I had 164 tree guys I was in charge of after Katrina. They were all with Lewis. Most were from upstate NY. VERY hard workers and didn't shy away from any job I had to put them on. Seems they used a bit larger rope. They called it their "Bull" rope....or is that something else?

I've worked with many "stick" guys and they are a tough hard working bunch. Hats off to you!! :beercheer:

Jimmy


----------



## Jimmy24 (Apr 20, 2011)

I climbed lots of poles in my career, but left the trees alone....:dunno:

Jimmy


----------



## pandamonium (Feb 6, 2011)

Unclejoe, I'm certain you notice the bowline was #1 on my list!! I think it is one of the most versite knots. Has never failed me yet!


----------



## UncleJoe (Jan 11, 2009)

Jimmy24 said:


> They called it their "Bull" rope....or is that something else?


Yep. That's what most of us "tree guys" call it. 5/8" and 12,000# test. Try coiling up a 120' shank of that stuff! 



pandamonium said:


> Unclejoe, I'm certain you notice the bowline was #1 on my list!! I think it is one of the most versite knots. Has never failed me yet!


Absolutely. The rope will break before that knot will come loose. :beercheer:


----------



## Arrogatnor (Sep 9, 2012)

I love Google Books, I did some research on free books available from Google on small boats, seamanship, etc. Here is what I found on knots and knotting. You should be able to get these for free from google books with a search by title, author and date.

Tying knots is a great skill, you can live without it, but it makes you a more capable person.
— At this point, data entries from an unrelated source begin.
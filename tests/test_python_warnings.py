"""Python users get the results' warnings as real warnings
(``DoseattrWarning``), while the command line keeps standard error for
errors only (the summary and report list the warnings)."""

from __future__ import annotations

import sys
import warnings
from pathlib import Path

import pytest

from doseattr.analysis.config import analysis_from_dict
from doseattr.analysis.pipeline import run_analysis
from doseattr.cli import main
from doseattr.errors import DoseattrWarning


def _extrapolating(tmp_path: Path) -> Path:
    """An entered linear curve with max_dose 20 extended over a lognormal
    whose median (40) lies above it: the results carry an extrapolation
    warning (the share of the population beyond max_dose, P(X > 20) of
    lognormal(40, 2) = 0.84 by its CDF)."""
    path = tmp_path / "analysis.toml"
    path.write_text('unit = "ug/m3"\n[curve]\nmodel = "linear"\nerr = 0.01\nper = 1.0\n'
                    'max_dose = 20.0\nbeyond = "extend"\n[exposure]\ngm = 40.0\ngsd = 2.0\n',
                    encoding="utf-8")
    return path


def test_run_analysis_issues_each_listed_warning(tmp_path: Path) -> None:
    from doseattr.analysis.config import load_analysis

    analysis = load_analysis(_extrapolating(tmp_path))
    with warnings.catch_warnings(record=True) as caught:
        warnings.simplefilter("always")
        results = run_analysis(analysis)
    assert results.warnings, "this analysis must produce at least one warning"
    issued = [str(w.message) for w in caught if issubclass(w.category, DoseattrWarning)]
    assert issued == list(results.warnings)


def test_no_warning_without_listed_warnings(tmp_path: Path) -> None:
    """A curve held flat well above the whole exposure range (lognormal(5, 1.5)
    has P(X > 500) below 1e-30 by its CDF) and no fit: nothing to warn about."""
    a = analysis_from_dict({"unit": "ug/m3",
                            "curve": {"model": "linear", "err": 0.01, "per": 1.0,
                                      "max_dose": 500.0},
                            "exposure": {"gm": 5.0, "gsd": 1.5}}, base_dir=tmp_path)
    with warnings.catch_warnings(record=True) as caught:
        warnings.simplefilter("always")
        results = run_analysis(a)
    assert results.warnings == ()
    assert not [w for w in caught if issubclass(w.category, DoseattrWarning)]


def test_command_line_prints_no_python_warning_lines(tmp_path: Path, capsys) -> None:
    path = _extrapolating(tmp_path)
    def to_stderr(message, category, filename, lineno, file=None, line=None):
        sys.stderr.write(warnings.formatwarning(message, category, filename, lineno, line))

    with warnings.catch_warnings():
        warnings.simplefilter("always")
        warnings.showwarning = to_stderr  # as outside pytest, which records warnings
        assert main(["run", str(path), "--out", str(tmp_path / "out"), "--quiet"]) == 0
    assert "DoseattrWarning" not in capsys.readouterr().err


if __name__ == "__main__":  # pragma: no cover
    pytest.main([__file__])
Knowing basic mechanics can make almost any task you turn your hand to easier. Learning to read the weather for sailing will help you any time you are out of doors. Knowing how a block and tackle works can help you get a car out of a ditch, or any time you need to move large weights. A sailor must be a jack of many trades. As a skill set, the skills of the sailor are as useful, in many circumstances more useful, than those of the woodman or scout. These skill sets complement each other, and sometimes overlap.
Using knots will work for finding books on knots. It will also discover various books on sailing and seamanship. One of these is, “Knots, Splices and Rope Work” by Alpheus Hyatt Verill which is an excellent text on the subject. Another is “The Sailor’s Book of Knots” by J. Nethercliff Justsum. A third is “The Rigger’s Guide and Seaman’s Assistant” by Charles Bushell. Several other books which come up are stories of tangled love affairs, novels, some books on naval engineering, and a book “11,506 Knots in the Sunbeam” apparently a story about travels on a vessel. Knots and the sea and seamanship are virtually inseparable.
The search term ‘Knotting’ will bring up another book by Paul N. Hasluck, the author of many other handy and how to book. This one entitled “Knotting and Splicing Ropes and Cordage”. One of the nice things about this book is that in the front it has a list of other books edited by Mr. Hasluck on many topics of interest to the do it yourself types. It will also bring up a number of works on textile crafts suited to young ladies of the period as well as instruction manuals for sailors and seamen.


----------



## suasponte2 (Jan 24, 2012)

Try this link... http://georgia.preppersnetwork.com/forum/download/file.php?id=10

It's a download for the 2011 Ranger Handbook. It's a good one to have on hand.


----------